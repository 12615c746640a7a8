"""Drawing values for one item's cells to fill, from its answered cases, obeying the item.

Used by :mod:`skipwise.impute.skipaware`. Donors are the cases whose cell is
``answered``; recipients are given by row position. Drawn values obey the
item: categorical items only take declared values (every method here draws
from observed answers or observed categories), integers are rounded, numbers
clipped to the item's range, and a value equal to a special code is replaced
by a random donor value.
"""

from __future__ import annotations

import numpy as np
import pandas as pd

from skipwise.classify import statuses as S
from skipwise.impute.draws import draw_values
from skipwise.impute.encode import class_arrays, item_values, predictor_matrix
from skipwise.impute.hotdeck import hotdeck
from skipwise.questionnaire.model import CodeKind, Item, ItemType, Questionnaire

__all__ = ["draw_item", "resolve_method", "skip_code"]


def resolve_method(method: str, item: Item, donor_values: np.ndarray | None) -> str:
    """``auto``: logistic for a two-value categorical item, multinomial for more, pmm for numbers."""
    if method != "auto":
        return method
    if item.type is ItemType.CATEGORICAL:
        n_values = len(item.values) if item.values else (
            pd.Series(donor_values).nunique() if donor_values is not None else 3)
        return "logistic" if n_values == 2 else "multinomial"
    return "pmm"


def skip_code(data: pd.DataFrame, status: pd.DataFrame, q: Questionnaire, name: str, mode: str):
    """The value a cell routed out by an imputed gate gets (None: leave it blank)."""
    if mode == "blank":
        return None
    structural = [c for c in q.item(name).codes if c.kind is CodeKind.STRUCTURAL]
    if not structural:
        return None
    if mode == "code":
        return structural[0].value
    skipped = (status[name] == S.SKIPPED).to_numpy()
    col = data[name][skipped]
    if not skipped.any():
        return None
    counts = [int((col == c.value).sum()) for c in structural]
    best = int(np.argmax(counts))
    return structural[best].value if counts[best] * 2 > int(skipped.sum()) else None


def draw_item(work: pd.DataFrame, status: pd.DataFrame, q: Questionnaire, name: str, rule, rows: np.ndarray,
              rng: np.random.Generator) -> tuple[np.ndarray | None, str | None]:
    """Values for ``rows`` of item ``name`` by ``rule`` (an ItemRule); (None, note) when impossible."""
    item = q.item(name)
    donors = np.flatnonzero((status[name] == S.ANSWERED).to_numpy())
    if donors.size == 0:
        return None, "no answered case to draw from; cells left as they are"
    yv = item_values(work, status, q, name)
    method = resolve_method(rule.method, item, yv[donors])
    note = None
    if method in ("hotdeck", "nearest"):
        vals, note = _hotdeck(work, status, q, name, rule, rows, donors, method, rng)
    elif method in ("mode", "median", "mean"):
        vals = _single_value(work, status, q, name, rule, rows, donors, yv, method)
    else:
        x = predictor_matrix(work, status, q, rule.covariates)
        y_obs = yv[donors]
        if method in ("pmm", "regression"):
            y_obs = y_obs.astype(float)
        vals, note = draw_values(method, y_obs, x[donors], x[rows], rng, proper=True, k=rule.donors)
    numeric = pd.api.types.is_numeric_dtype(work[name]) and not pd.api.types.is_bool_dtype(work[name])
    return _obey(item, np.asarray(vals), yv[donors], rng, numeric), note


def _hotdeck(work, status, q, name, rule, rows, donors, method, rng):
    sub = np.concatenate([donors, rows])
    y = work[name].iloc[sub].reset_index(drop=True).astype(object)
    y.iloc[donors.size:] = np.nan
    frame = {"__y": y}
    classes = list(rule.classes)
    for c, arr in zip(classes, class_arrays(work, status, q, classes)):
        frame[f"c:{c}"] = arr[sub]
    covs = None
    if method == "nearest":
        x = predictor_matrix(work, status, q, rule.covariates)
        covs = [f"x{i}" for i in range(x.shape[1])]
        for i, col in enumerate(covs):
            frame[col] = x[sub, i]
    weights = None
    if rule.weights is not None and method == "hotdeck":
        frame["__w"] = work[rule.weights].to_numpy(dtype=float, na_value=np.nan)[sub]
        weights = "__w"
    res = hotdeck(pd.DataFrame(frame), ["__y"], classes=[f"c:{c}" for c in classes], covariates=covs,
                  weights=weights, k=rule.donors if method == "nearest" else 1,
                  max_donor_use=rule.max_donor_use, seed=rng)
    vals = res.data["__y"].to_numpy(dtype=object, copy=True)[donors.size:]
    note = "; ".join(c.text().split(": ", 1)[1] for c in res.collapses) or None
    if res.unfilled["__y"]:
        # A donor limit can exhaust every donor: the rest get unrestricted draws from all donors.
        left = pd.isna(vals)
        vals[left] = work[name].to_numpy(dtype=object)[donors[rng.integers(0, donors.size, int(left.sum()))]]
        note = (note + "; " if note else "") + f"{int(left.sum()):,} drawn beyond the donor limit"
    return vals, note


def _single_value(work, status, q, name, rule, rows, donors, yv, method):
    obs = pd.Series(yv[donors])
    arrays = class_arrays(work, status, q, list(rule.classes))
    keys = [pd.Series(a[donors]) for a in arrays]

    def stat(s: pd.Series):
        if method == "mode":
            return s.mode().iloc[0]
        return float(s.astype(float).median() if method == "median" else s.astype(float).mean())

    overall = stat(obs)
    if not keys:
        return np.full(rows.size, overall, dtype=object)
    by = obs.groupby(keys, dropna=False).agg(stat)
    rec_keys = pd.MultiIndex.from_arrays([a[rows] for a in arrays])
    vals = by.reindex(rec_keys if len(keys) > 1 else rec_keys.get_level_values(0)).to_numpy(dtype=object, copy=True)
    vals[pd.isna(vals)] = overall
    return vals


def _obey(item: Item, vals: np.ndarray, donor_vals: np.ndarray, rng: np.random.Generator,
          numeric: bool) -> np.ndarray:
    """Round, clip and keep clear of special codes (donor values already obey the item)."""
    if numeric:
        x = vals.astype(float)
        if item.type is ItemType.INTEGER:
            x = np.round(x)
        if item.range is not None:
            lo, hi = float(item.range[0]), float(item.range[1])
            if item.type is ItemType.INTEGER:
                lo, hi = np.ceil(lo), np.floor(hi)
            x = np.clip(x, lo, hi)
        if item.type is ItemType.CATEGORICAL and item.values:
            allowed = np.array([float(k) for k in item.values if not isinstance(k, str)])
            bad = ~np.isin(x, allowed)
        else:
            codes = np.array([float(c.value) for c in item.codes if not isinstance(c.value, str)])
            bad = np.isin(x, codes)
        if bad.any():
            x[bad] = donor_vals[rng.integers(0, donor_vals.size, int(bad.sum()))].astype(float)
        return x
    return vals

+ + + + +

*Goal of the exercise*. Which lines belong in the answer? Exactly those from the first line of the entries through the line holding "return structural[0].value", inclusive, copied unchanged.

*Output of the task*.
repository 12615c746640a7a8
"""Drawing values for one item's cells to fill, from its answered cases, obeying the item.

Used by :mod:`skipwise.impute.skipaware`. Donors are the cases whose cell is
``answered``; recipients are given by row position. Drawn values obey the
item: categorical items only take declared values (every method here draws
from observed answers or observed categories), integers are rounded, numbers
clipped to the item's range, and a value equal to a special code is replaced
by a random donor value.
"""

from __future__ import annotations

import numpy as np
import pandas as pd

from skipwise.classify import statuses as S
from skipwise.impute.draws import draw_values
from skipwise.impute.encode import class_arrays, item_values, predictor_matrix
from skipwise.impute.hotdeck import hotdeck
from skipwise.questionnaire.model import CodeKind, Item, ItemType, Questionnaire

__all__ = ["draw_item", "resolve_method", "skip_code"]


def resolve_method(method: str, item: Item, donor_values: np.ndarray | None) -> str:
    """``auto``: logistic for a two-value categorical item, multinomial for more, pmm for numbers."""
    if method != "auto":
        return method
    if item.type is ItemType.CATEGORICAL:
        n_values = len(item.values) if item.values else (
            pd.Series(donor_values).nunique() if donor_values is not None else 3)
        return "logistic" if n_values == 2 else "multinomial"
    return "pmm"


def skip_code(data: pd.DataFrame, status: pd.DataFrame, q: Questionnaire, name: str, mode: str):
    """The value a cell routed out by an imputed gate gets (None: leave it blank)."""
    if mode == "blank":
        return None
    structural = [c for c in q.item(name).codes if c.kind is CodeKind.STRUCTURAL]
    if not structural:
        return None
    if mode == "code":
        return structural[0].value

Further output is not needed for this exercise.